Extract all lines that hold "parameter" from the records below.

(Saved entries)
%%

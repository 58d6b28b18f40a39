/**
 * Adds the image of one sampled slice (an na × nb grid of points; each grid cell split into two triangles along
 * the diagonal (ia, ib)–(ia+1, ib+1)) to a RowCover, by scanline filling with winding numbers.
 *
 * The number of triangles covering a point equals the winding number of the sum of all triangle outlines, each
 * oriented counter-clockwise in the image. Inside the grid an edge is shared by two triangles that traverse it in
 * opposite parameter directions; their contributions cancel when both keep (or both reverse) the orientation of the
 * parameter grid, and add up to a double edge where the map folds. So only the image of the grid boundary and of
 * the fold edges is scanned: the cost grows with the outline, not with the area.
 *
 * "Signed radius" mode maps (x, y, h) to (r, h) with r = ±√(x² + y²), the sign of x. A triangle whose x changes sign
 * is clipped at x = 0 into a front and a back piece, each mapped on its own side, so the jump of r across x = 0 (a
 * lateral offset) is not filled in. Pieces cancel along shared sub-edges like whole triangles do; only the cut
 * edges (r = ±|y| at x = 0) remain.
 *
 * A slice whose image has almost no area (thinner than a quarter row) is drawn conservatively instead: every grid
 * edge marks the rows whose band it crosses, widened by half a node spacing so thin sets stay visible.
 *
 * Once the first slices have filled most of the region, most crossings of a slice fall inside intervals the cover
 * already holds (folds, overlapping sheets, the slice's outline where earlier slices cover it): those are only
 * summed per interval, never sorted (see flush), and runs of rows where a whole segment lies inside one of the two
 * widest intervals are summed at once (see segment). The result is the same to the last bit.
 */
import type { RowCover } from "./rowCover";
import { flush, segment } from "./sliceRows";
import type { SliceScratch } from "./sliceScratch";

/** Options of addSlice. */
interface SliceMode {
  /** Map (c0, c1, c2) to (±√(c0² + c1²), c2) instead of using (c0, c1). */
  readonly signedRadius: boolean;
  /** Node spacing along x of the later isoline pass (mm); conservative marks are widened by half of it. */
  readonly nodeSpacingMm: number;
  /** The first / last grid row (column) coincide: the seam is an inner edge, not a boundary. */
  readonly periodicA: boolean;
  readonly periodicB: boolean;
}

%%

*EXPECTED ANSWER*
 * opposite parameter directions; their contributions cancel when both keep (or both reverse) the orientation of the
 * parameter grid, and add up to a double edge where the map folds. So only the image of the grid boundary and of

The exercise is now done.